Contrary to an initial hypothesis, the climatic gradient had very little influence on the invasion patterns in the "Devastation Area." If there had not been an edaphic heat gradient on the Kilauea crater floor, the establishment of mosses, ferns, and seed plants in the joint cracks and fissures would probably have been haphazard over the entire floor to begin with. Then also, the invasion rate may have been considerably faster than at the drier end of the climatic gradient. The same cannot be said for the cinder come (habitat 2). Elimination of the invasion delay caused by the prolonged volcanic heating showed that the invasion rate on the cone after cooling was not faster than in habitat 4. The invasion rates in habitat 5 and 6 were also not slower than those in habitat 4. Therefore, the effect of decreasing rainfall and increasing desiccating power along transect AA' (NW to SE) was counterbalanced by the influence of the microhabitats described previously.

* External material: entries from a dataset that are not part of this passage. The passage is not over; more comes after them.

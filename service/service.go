// Package service implements the services of the contract over gRPC: it turns messages into domain values, checks what
// can be checked before the database is asked, calls store, limits and judge, and turns the answers back.
//
// Each family of methods has its own file, and so has each conversion between wire and domain. Methods return domain
// errors; ToStatus, which the server applies once for all of them, is the one place where an error becomes a code, a
// reason and a text. Field paths in errors are those of the contract, in its own spelling ("results[3].measured_at").
//
// Nothing here keeps state between calls.
package service

import (
	"context"
	"crypto/sha256"
	"time"

	"google.golang.org/grpc"
	"google.golang.org/protobuf/proto"

	pb "limitary/api/limitary/v1"
	"limitary/internal/definition"
	"limitary/internal/store"
)

// Register adds all services to a gRPC server. Now is the clock that expiry times of new keys are checked against;
// everything recorded is timed by the database.
func Register(r grpc.ServiceRegistrar, s *store.Store, now func() time.Time) {
	pb.RegisterRuleServiceServer(r, &RuleService{})
	pb.RegisterChartServiceServer(r, &ChartService{store: s})
	pb.RegisterLimitServiceServer(r, &LimitService{store: s})
	pb.RegisterEvaluationServiceServer(r, &EvaluationService{store: s})
	pb.RegisterSignalServiceServer(r, &SignalService{store: s})
	pb.RegisterKeyServiceServer(r, &KeyService{store: s, now: now})
}

type actorKey struct{}

// WithActor says who makes the calls under the context.
func WithActor(ctx context.Context, a store.Actor) context.Context {
	return context.WithValue(ctx, actorKey{}, a)
}

// ActorFrom gives who makes the call; ok is false where nobody was authenticated.
func ActorFrom(ctx context.Context) (a store.Actor, ok bool) {
	a, ok = ctx.Value(actorKey{}).(store.Actor)
	return a, ok
}

// actor gives who makes the call. The interceptor lets no call through without one; a call past it sees nothing.
func actor(ctx context.Context) (store.Actor, error) {
	a, ok := ActorFrom(ctx)
	if !ok {
		return a, definition.Refuse(definition.Unauthenticated, "the call carries no key")
	}
	return a, nil
}

// request makes a write safe to repeat. The digest covers the message as it was understood, so the same request over
// either transport is the same.
func request(ctx context.Context, id string, m proto.Message) (store.Request, error) {
	if err := definition.CheckText("request_id", id, 1, RequestIDBytesMax); err != nil {
		return store.Request{}, err
	}
	b, err := proto.MarshalOptions{Deterministic: true}.Marshal(m)
	if err != nil {
		return store.Request{}, err
	}
	sum := sha256.Sum256(b)
	method, _ := grpc.Method(ctx)
	if method == "" {
		method = string(m.ProtoReflect().Descriptor().FullName())
	}
	return store.Request{ID: id, Method: method, Digest: sum[:]}, nil
}

// writer gives who asks and the repeatable request in one go.
func writer(ctx context.Context, id string, m proto.Message) (store.Actor, store.Request, error) {
	a, err := actor(ctx)
	if err != nil {
		return a, store.Request{}, err
	}
	r, err := request(ctx, id, m)
	return a, r, err
}
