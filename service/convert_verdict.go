package service

import (
	pb "limitary/api/limitary/v1"
	"limitary/internal/judge"
	"limitary/internal/rules"
)

func standingToProto(s judge.Standing) pb.Standing {
	if s == judge.NotJudged {
		return pb.Standing_STANDING_NOT_JUDGED
	}
	return pb.Standing(s)
}

func notJudgedToProto(r judge.Reason) pb.NotJudgedReason { return pb.NotJudgedReason(r) }

func traceVerdictToProto(statistic float64, at rules.Scale, l judge.Lines) *pb.TraceVerdict {
	out := &pb.TraceVerdict{
		Statistic: &statistic, Centre: l.Centre,
		LowerAction: l.LowerAction, UpperAction: l.UpperAction, LowerWarning: l.LowerWarning, UpperWarning: l.UpperWarning,
	}
	if at.Sigma > 0 {
		out.Sigma = &at.Sigma
	}
	return out
}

However, a certain floristic variation was correlated with the climatic gradient. This was the appearance of a few pioneer seed plants in the upper Kau Desert habitat (6) which did not appear in the moister zone. These were Rumex giganteus, Rhynchelytrum repens, and Bulbostylis capillaris. Moreover, a few rain forest associated pioneers did not enter habitat 6, such as Hedyotis centranthoides, Pipturus albidus, Vaccinium calycinum, and the exotics Eupatorium riparium and Paspalum dilatatum. From an island-wide distribution study of grasses on Oahu, Rhynchelytrum repens is known to be associated with seasonal climates (Karrawinata and Mueller-Dombois 1972).